* [Directions for this task]:
Scan the data for "luminance" and copy the lines it appears in.

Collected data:
—————
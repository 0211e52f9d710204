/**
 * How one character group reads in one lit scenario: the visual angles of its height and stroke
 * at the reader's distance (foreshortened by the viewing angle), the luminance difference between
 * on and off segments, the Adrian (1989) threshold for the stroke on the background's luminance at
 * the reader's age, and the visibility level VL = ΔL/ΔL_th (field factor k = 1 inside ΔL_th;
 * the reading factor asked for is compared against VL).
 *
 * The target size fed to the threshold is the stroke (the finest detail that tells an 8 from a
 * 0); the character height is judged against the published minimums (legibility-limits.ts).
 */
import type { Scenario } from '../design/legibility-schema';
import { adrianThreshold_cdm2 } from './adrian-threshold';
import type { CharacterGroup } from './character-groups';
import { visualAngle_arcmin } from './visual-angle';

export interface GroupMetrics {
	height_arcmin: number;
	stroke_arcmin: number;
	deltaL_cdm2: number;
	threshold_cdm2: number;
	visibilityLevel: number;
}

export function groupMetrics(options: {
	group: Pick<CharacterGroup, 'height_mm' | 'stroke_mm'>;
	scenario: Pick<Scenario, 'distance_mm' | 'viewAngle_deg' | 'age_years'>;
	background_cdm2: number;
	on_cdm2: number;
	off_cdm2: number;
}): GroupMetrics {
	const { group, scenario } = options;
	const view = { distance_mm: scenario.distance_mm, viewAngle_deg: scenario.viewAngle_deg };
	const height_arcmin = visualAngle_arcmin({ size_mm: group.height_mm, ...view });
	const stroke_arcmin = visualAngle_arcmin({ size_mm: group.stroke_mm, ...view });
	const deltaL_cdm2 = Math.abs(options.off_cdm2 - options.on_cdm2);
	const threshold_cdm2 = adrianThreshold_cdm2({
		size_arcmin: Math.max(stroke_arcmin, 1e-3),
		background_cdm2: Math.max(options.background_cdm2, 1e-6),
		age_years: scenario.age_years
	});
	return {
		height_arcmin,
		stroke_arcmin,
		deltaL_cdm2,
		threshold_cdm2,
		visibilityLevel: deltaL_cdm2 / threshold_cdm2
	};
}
—————
* [Task response]:
 * at the reader's distance (foreshortened by the viewing angle), the luminance difference between
 * on and off segments, the Adrian (1989) threshold for the stroke on the background's luminance at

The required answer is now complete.